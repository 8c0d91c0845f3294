using System.Text;
using LoopWatch.Agent.Configuration;
using LoopWatch.Agent.Tests.Infrastructure;

namespace LoopWatch.Agent.Tests.Configuration;

public sealed class ShardTests
{
    // FNV-1a 32-bit test vectors of Fowler, Noll and Vo (IETF draft-eastlake-fnv, test vectors; values from memory).
    [Theory]
    [InlineData("", 0x811c9dc5u)]
    [InlineData("a", 0xe40c292cu)]
    [InlineData("foobar", 0xbf9cf968u)]
    public void Fnv1a32_matches_the_published_test_vectors(string text, uint expected) =>
        Assert.Equal(expected, ShardOptions.Fnv1a32(Encoding.UTF8.GetBytes(text)));

    [Fact]
    public void Every_loop_falls_in_exactly_one_shard_and_the_shards_are_not_lopsided()
    {
        var ids = Enumerable.Range(0, 3000).Select(i => $"FIC-{i:D5}").ToList();
        var shards = Enumerable.Range(0, 3).Select(i => new ShardOptions { Index = i, Count = 3 }).ToList();
        foreach (var id in ids) Assert.Single(shards, s => s.Takes(id));
        // A uniform hash puts 1000 +- 3 sigma (sigma = sqrt(3000 * 1/3 * 2/3) = 25.8) in each shard (binomial, textbook).
        foreach (var s in shards) Assert.InRange(ids.Count(s.Takes), 1000 - 78, 1000 + 78);
    }

    [Fact]
    public void The_check_keeps_only_the_agents_own_loops()
    {
        var options = new AgentOptions { Shard = new ShardOptions { Index = 1, Count = 2 } };
        options.Loops.AddRange(Enumerable.Range(0, 20).Select(i => TestLoops.Pid($"FIC-{i:D3}")));
        var errors = new List<string>();
        var specs = AgentOptionsCheck.Check(options, errors);
        Assert.Empty(errors);
        Assert.NotEmpty(specs);
        Assert.All(specs, s => Assert.Equal(1, ShardOptions.ShardOf(s.Id, 2)));
        Assert.Equal(options.Loops.Count(l => ShardOptions.ShardOf(l.Id!, 2) == 1), specs.Count);
    }

    [Theory]
    [InlineData(0, 0, "Shard:Count")]
    [InlineData(2, 2, "Shard:Index")]
    [InlineData(-1, 2, "Shard:Index")]
    public async Task A_shard_outside_the_count_exits_2_naming_the_key(int index, int count, string key)
    {
        var file = Path.Combine(Directory.CreateTempSubdirectory("lw-cfg-").FullName, "loops.json");
        await File.WriteAllTextAsync(file, $$"""
            { "LoopWatch": { "Shard": { "Index": {{index}}, "Count": {{count}} }, "Loops": [ { "Id": "FIC-101", "Kind": "pid", "Process": "flow",
                "Pv": { "Tag": "a/pv", "Min": 0, "Max": 250 }, "Sp": { "Tag": "a/sp" }, "Op": { "Tag": "a/op" } } ] } }
            """);
        var err = new StringWriter();
        Assert.Equal(2, await Cli.RunAsync(["check", "--config", file], new StringWriter(), err));
        Assert.Contains(key, err.ToString());
    }
}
....................
▸ **Task details**
For the word "errors", how many lines in the records above contain it? Answer with the number and nothing else.

▸ **Finished exercise**
3